Echo is a Bluetooth speaker, so you can happily take it from place to place. All it needs is its internet connect so it can access the cloud and give you the music and answers you want. It can even handle to-do lists, read the news, check facts, and more as long as you wake it up with the name, Alexa. You don’t need to shout across the room or go up very close because it has seven microphones at the ready.
Now, Echo also adds shopping to its list of skills. It figures, since Amazon is after all, a great big shop, so it was only inevitable that it would tie in with what Amazon does.
The Echo isn’t available per se in India for now. First of all, voice recognition would have to be optimized for India, no easy task with all the languages and accents spoken here. You could get it through a workaround from, but there’d be little point as many things available on Amazon for US customers aren’t within the reach of customers elsewhere. And this is particularly true for music. Much of what’s available for the Echo is tied into Amazon’s Prime Membership programme, right now.

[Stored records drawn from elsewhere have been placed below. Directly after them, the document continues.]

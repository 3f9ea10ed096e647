import { describe, expect, it } from "vitest";
import { exampleRun } from "@/tests/example-sheet";
import { cellsOf, newRunOf, nextLabel, type RowShape, readCells } from "./run-row";

const shape: RowShape = {
  species: [
    { id: "A", symbol: "A", unit: "umol/L" },
    { id: "B", symbol: "B", unit: "mmol/L" },
  ],
  rateFactor: 1e6,
  stocked: ["A"],
};

describe("a run with volumes", () => {
  const mixed = exampleRun(0, { A: 5e-5, B: 2e-3 }, { volumes: { s: 100 } });
  it("keeps what follows from them; what no stock holds is typed", () => {
    const reading = readCells({ "c:A": "60", "c:B": "3" }, mixed, shape);
    expect(reading.faults).toEqual({
      "c:A": "[A]₀ of R01 follows from its volumes. Change them on the mixing table.",
    });
    expect(reading.edit.concentrations?.A?.molar).toBe(5e-5);
    expect(reading.edit.concentrations?.B?.molar).toBeCloseTo(3e-3, 15);
  });
});

describe("a run as a row of texts", () => {
  const run = exampleRun(
    0,
    { A: 50e-6, B: 2e-3 },
    { temperatureKelvin: 298.15, enteredRate: { molarPerSecond: 1.18e-6, standardError: 0.02e-6 } },
  );

  it("prints each value in its column's unit with its uncertainty", () => {
    expect(cellsOf(run, shape)).toMatchObject({
      label: "R01",
      "c:A": "50.0 ± 0.5",
      "c:B": "2.00 ± 0.02",
      temperature: "25.0",
      rate: "1.18 ± 0.02",
    });
  });

  it("reads back what it printed as the same run", () => {
    const { faults, edit } = readCells(cellsOf(run, shape), run, shape);
    expect(faults).toEqual({});
    expect(edit.temperatureKelvin).toBe(298.15);
    expect(edit.concentrations?.A?.molar).toBeCloseTo(50e-6, 15);
    expect(edit.concentrations?.B?.relativeUncertainty).toBeCloseTo(0.01, 12);
    expect(edit.enteredRate?.molarPerSecond).toBeCloseTo(1.18e-6, 15);
  });

  it("changes only the cells that were given", () => {
    const { edit } = readCells({ "c:B": "3,5" }, run, shape);
    expect(edit).toEqual({
      concentrations: { ...run.concentrations, B: { molar: 0.0035, relativeUncertainty: 0 } },
    });
  });

  it("takes an emptied cell for no value, never zero", () => {
    const { edit } = readCells({ "c:A": "", temperature: "", rate: "" }, run, shape);
    expect(edit.concentrations).toEqual({ B: run.concentrations.B });
    expect(edit.temperatureKelvin).toBeNull();
    expect(edit.enteredRate).toBeNull();
  });

  it.each([
    ["label", " ", "needs a label"],
    ["c:A", "fifty", "is not read"],
    ["c:A", "-5", "not negative"],
    ["c:A", "5 ± 6", "larger than the concentration"],
    ["c:gone", "5", "not part of the sheet"],
    ["temperature", "warm", "is not a number"],
    ["temperature", "-400", "absolute zero"],
    ["rate", "1.2.3", "is not read"],
    ["remark", "x".repeat(301), "At most 300"],
  ])("names %s when it holds %s", (column, text, message) => {
    expect(readCells({ [column]: text }, run, shape).faults[column]).toContain(message);
  });

  it("keeps a zero or negative entered rate as it was typed: the law says what is wrong with it", () => {
    expect(readCells({ rate: "-0.5" }, run, shape).edit.enteredRate).toEqual({
      molarPerSecond: -5e-7,
      standardError: null,
    });
  });

  it("wants a label of a new run", () => {
    const { faults } = newRunOf({ key: "new-0", runId: null, cells: { "c:A": "5" } }, "id", shape);
    expect(Object.keys(faults)).toEqual(["label"]);
  });
});

describe("nextLabel", () => {
  it.each([
    [[], "R01"],
    [["R01", "R11"], "R12"],
    [["A_9", "A_10"], "A_11"],
    [["run", "R99"], "R100"],
  ])("after %j comes %s", (labels, next) => {
    expect(nextLabel(labels)).toBe(next);
  });
});
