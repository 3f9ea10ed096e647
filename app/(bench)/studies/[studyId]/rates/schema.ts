import { z } from "zod";

const target = {
  studyId: z.string().min(1).max(64),
  /** Revision that the page showed. */
  base: z.number().int().nonnegative(),
  runId: z.string().min(1).max(64),
};

/** Bounds are readings' times in seconds on the trace's own clock; null gives the run back to the study's rule. */
export const windowSchema = z.object({
  ...target,
  window: z
    .object({ fromSeconds: z.number(), toSeconds: z.number() })
    .refine((window) => window.fromSeconds < window.toSeconds, "A window ends after it starts.")
    .nullable(),
});

/** What of the trace counts, on its own clock, and the signal when the reaction is over, as stored. */
export const traceMarksSchema = z.object({
  ...target,
  deadTimeSeconds: z.number().nonnegative("A dead time is not negative.").optional(),
  trim: z
    .object({ fromSeconds: z.number(), toSeconds: z.number() })
    .refine((trim) => trim.fromSeconds < trim.toSeconds, "The part that counts ends after it starts.")
    .nullable()
    .optional(),
  endSignal: z
    .object({ value: z.number(), standardUncertainty: z.number().nonnegative() })
    .nullable()
    .optional(),
});

/** All readings that are marked as spikes, by their place in the stored trace from 0. */
export const spikesSchema = z.object({
  ...target,
  places: z.array(z.number().int().nonnegative()).max(500, "At most 500 readings of a run can be marked."),
});

export const timeZeroSchema = z.object({ ...target, timeZeroSeconds: z.number() });
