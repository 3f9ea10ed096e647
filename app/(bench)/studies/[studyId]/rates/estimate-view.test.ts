import { estimateInitialRate } from "kinetics-core/initial-rate";
import { describe, expect, test } from "vitest";
import { exampleRun, exampleSheet } from "@/tests/example-sheet";
import { estimateView, inWords, type ShownTrace } from "./estimate-view";
import { traceScale } from "./trace-scale";
import { ratesView, runRateView, selectRun } from "./view";

/** First-order growth of P at 0.02 s⁻¹ from 50 µmol L⁻¹ with a ripple in place of noise, absorbance at 18 000 L mol⁻¹. */
const seconds = Array.from({ length: 120 }, (_, i) => i * 0.5);
const signal = seconds.map(
  (time, i) => 0.9 * (1 - Math.exp(-0.02 * time)) + 3e-4 * Math.sin(12.9898 * i * i),
);
const run = {
  label: "R01",
  mark: { series: "base", level: 0, levels: 1, repeat: false },
  setAside: false,
} as const;
const trace: ShownTrace = {
  run,
  seconds,
  signal,
  timeZeroSeconds: 0,
  places: seconds.map((_, index) => index),
  outside: [],
  spikes: [],
  counts: [0, 59.5],
};
const estimate = estimateInitialRate({ time: seconds, signal }, { signalSpan: 0.9 });

function sheetIn(timeUnit: "s" | "min") {
  const sheet = exampleSheet();
  return {
    ...sheet,
    study: { ...sheet.study, timeUnit },
    species: sheet.species.map((one) => (one.id === "P" ? { ...one, unit: "umol/L" as const } : one)),
  };
}

describe("an estimate on its trace", () => {
  test("prints the rate of reaction in the shown units, 1 µmol L⁻¹ s⁻¹ being 60 a minute", () => {
    const perSecond = estimateView(trace, traceScale(sheetIn("s")), estimate);
    const perMinute = estimateView(trace, traceScale(sheetIn("min")), estimate);
    // v = 0.02 s⁻¹ × 50 µmol L⁻¹
    expect(perSecond.exactRate).toBeCloseTo(1, 1);
    expect(perMinute.exactRate).toBeCloseTo(60 * (perSecond.exactRate ?? 0), 9);
    expect(perSecond.figure.note).toMatch(/^\*v\*_0 = \d\.\d+ ± 0\.0\d+ µmol L\^-1 s\^-1$/);
    expect(perMinute.figure.x.unit).toBe("min");
    expect(perMinute.figure.window[1]).toBeCloseTo((perSecond.figure.window[1] ?? 0) / 60, 12);
  });

  test("has a residual for every reading inside the window and none outside", () => {
    const { figure } = estimateView(trace, traceScale(sheetIn("s")), estimate);
    const inside = seconds.filter((time) => time >= figure.window[0] && time <= figure.window[1]);
    expect(figure.residuals?.x).toEqual(inside);
    expect(Math.max(...(figure.residuals?.y ?? []).map(Math.abs))).toBeLessThan(1.2e-3);
  });

  test("has no residual for a reading that is not fitted", () => {
    const { figure } = estimateView(
      { ...trace, outside: [0, 1], spikes: [4] },
      traceScale(sheetIn("s")),
      estimate,
    );
    const all = estimateView(trace, traceScale(sheetIn("s")), estimate).figure.residuals?.x ?? [];
    expect(figure.residuals?.x).toEqual(all.filter((time) => ![0, 0.5, 2].includes(time)));
    expect(figure).toMatchObject({ outside: [0, 1], spikes: [4] });
  });

  test("shares out its uncertainty between the fit and the calibration", () => {
    const { sources, combined } = estimateView(trace, traceScale(sheetIn("s")), estimate);
    expect(sources.map((one) => one.source)).toEqual([
      "Fit inside the window",
      "Calibration factor, shared by all runs",
    ]);
    expect(sources.reduce((sum, one) => sum + one.share, 0)).toBeCloseTo(1, 12);
    expect(combined).toMatch(/^\d\.\d %$/);
  });

  test("does not count the independent readings of a trace that is too sparse to hold two", () => {
    // Twelve readings without noise over three half-lives: what is left of them beside a polynomial is all curve.
    const time = Array.from({ length: 12 }, (_, index) => 10 * index);
    const signal = time.map((at) => 0.9 * (1 - Math.exp(-0.02 * at)));
    const sparse = estimateInitialRate({ time, signal }, { signalSpan: 0.9 });
    const view = estimateView({ ...trace, seconds: time, signal }, traceScale(sheetIn("s")), sparse);
    expect(view.facts.find((fact) => fact.name === "Noise")?.text).toBe("too few readings to judge it");
    const dense = estimateView(trace, traceScale(sheetIn("s")), estimate);
    expect(dense.facts.find((fact) => fact.name === "Noise")?.text).toMatch(/\d+ independent readings$/);
  });

  test("says why there is none, and draws the bare trace", () => {
    const none = estimateInitialRate({ time: [0, 1, 2], signal: [0, 1, 2] }, {});
    const view = estimateView(
      { ...trace, seconds: [0, 1, 2], signal: [0, 1, 2] },
      traceScale(sheetIn("s")),
      none,
    );
    expect(view.rate).toBeNull();
    expect(view.refusal).toContain("readings");
    expect(view.figure).toMatchObject({ window: [0, 2], curve: null, residuals: null });
  });

  test("is worded with its power of ten in brackets only where there is something to bracket", () => {
    expect(inWords({ value: "2.86", uncertainty: "0.07", power: -5 })).toBe("(2.86 ± 0.07) × 10^-5");
    expect(inWords({ value: "2.86", uncertainty: null, power: -5 })).toBe("2.86 × 10^-5");
    expect(inWords({ value: "11.8", uncertainty: "0.3", power: 0 })).toBe("11.8 ± 0.3");
  });
});

describe("the list of rates", () => {
  const aside = { reason: "bubble", memberId: "m", at: "2026-01-05T10:00:00.000Z" };
  const sheet = {
    ...sheetIn("s"),
    runs: [exampleRun(0, { A: 5e-5, B: 2e-3 }, { setAside: aside }), exampleRun(1, { A: 5e-5, B: 2e-3 })],
  };
  const analysis = {
    hash: "",
    rule: null,
    law: { status: "no-law", missing: "", fit: null },
    checks: [],
    runs: sheet.runs.map((one, index) => ({
      runId: one.id,
      label: one.label,
      state: index === 0 ? ("set-aside" as const) : ("standing" as const),
      rate: { kind: "entered" as const, molarPerSecond: 1.2e-6 / (index + 1), standardError: 2e-8 },
      mark: run.mark,
    })),
  } as const;

  test("aligns its column and starts at the first standing run", () => {
    const view = ratesView(sheet, analysis);
    expect(view.runs.map((row) => row.rate)).toEqual([
      { value: "1.200", uncertainty: "0.020", power: 0 },
      { value: "0.600", uncertainty: "0.020", power: 0 },
    ]);
    expect(view.rates).toEqual({ integerDigits: 1, fractionDigits: 3 });
    expect(selectRun(analysis, undefined)?.label).toBe("R02");
    expect(selectRun(analysis, "R01")?.label).toBe("R01");
    expect(selectRun(analysis, "R99")).toBeNull();
  });

  test("shows what is not fitted, and every spike of a long trace", () => {
    const [first] = analysis.runs;
    if (first === undefined) throw new Error("there is a first run");
    const many = 20_000;
    const stored = {
      timeSeconds: Float64Array.from({ length: many }, (_, i) => i * 0.01),
      signal: Float64Array.from({ length: many }, (_, i) => i * 1e-5 + 1e-6 * Math.sin(i)),
    };
    const row = {
      ...exampleRun(0, { A: 5e-5, B: 2e-3 }),
      trace: { sha256: "0".repeat(64), points: many, uploadId: null, column: "" },
      deadTimeSeconds: 2,
      trim: { fromSeconds: 0, toSeconds: 190 },
      spikes: [7777, 12_345],
    };
    const rate = { kind: "estimated" as const, molarPerSecond: 1, standardError: 1, byHand: false };
    if (estimate.status !== "found") throw new Error(estimate.message);
    const { trace: drawn, marks } = runRateView(
      { ...sheet, runs: [row] },
      analysis,
      { ...first, rate: { ...rate, initialRate: estimate } },
      stored,
      [],
    );
    const shown = drawn?.shown;
    if (shown === undefined) throw new Error("the trace is drawn");
    expect(shown.places.length).toBeLessThan(5000);
    expect(shown.spikes.map((index) => shown.places[index])).toEqual([7777, 12_345]);
    const outside = new Set(shown.outside);
    expect(shown.seconds.filter((_, index) => outside.has(index))).toEqual(
      shown.seconds.filter((at) => at < 2 || at > 190),
    );
    expect(marks).toMatchObject({ deadTime: "2", from: "0", to: "190", end: "", ends: [0, 199.99] });
    expect(marks?.spikes[0]).toMatchObject({ place: 7777, time: "77.77" });
  });

  test("says of an entered rate what it is, with its neighbours and its recipe", () => {
    const [first] = analysis.runs;
    if (first === undefined) throw new Error("there is a first run");
    const view = runRateView(sheet, analysis, first, null, []);
    expect(view).toMatchObject({ trace: null, previous: null, next: "R02", setAside: "bubble" });
    expect(view.recipe).toBe("Base recipe, [A] 0.0500 mmol L^-1, [B] 2.00 mmol L^-1");
    expect(view.entered).toMatchObject({ value: "1.200", uncertainty: "0.020" });
  });
});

But Echo is nevertheless a fascinating product because one can see the possibilities in the not-too-distant future when you will have many objects around that are connected and interactive and not restricted to Amazons, by any means. There are other voice enabled speakers even now. SpeeCup is a speaker that responds to voice and gestures. It’s been years since Samsung’s smart TV’s have been able to respond to voice commands. More than the hardware it’s the execution and the careful fitting in into users’ lives that will make or break a new product like the Echo.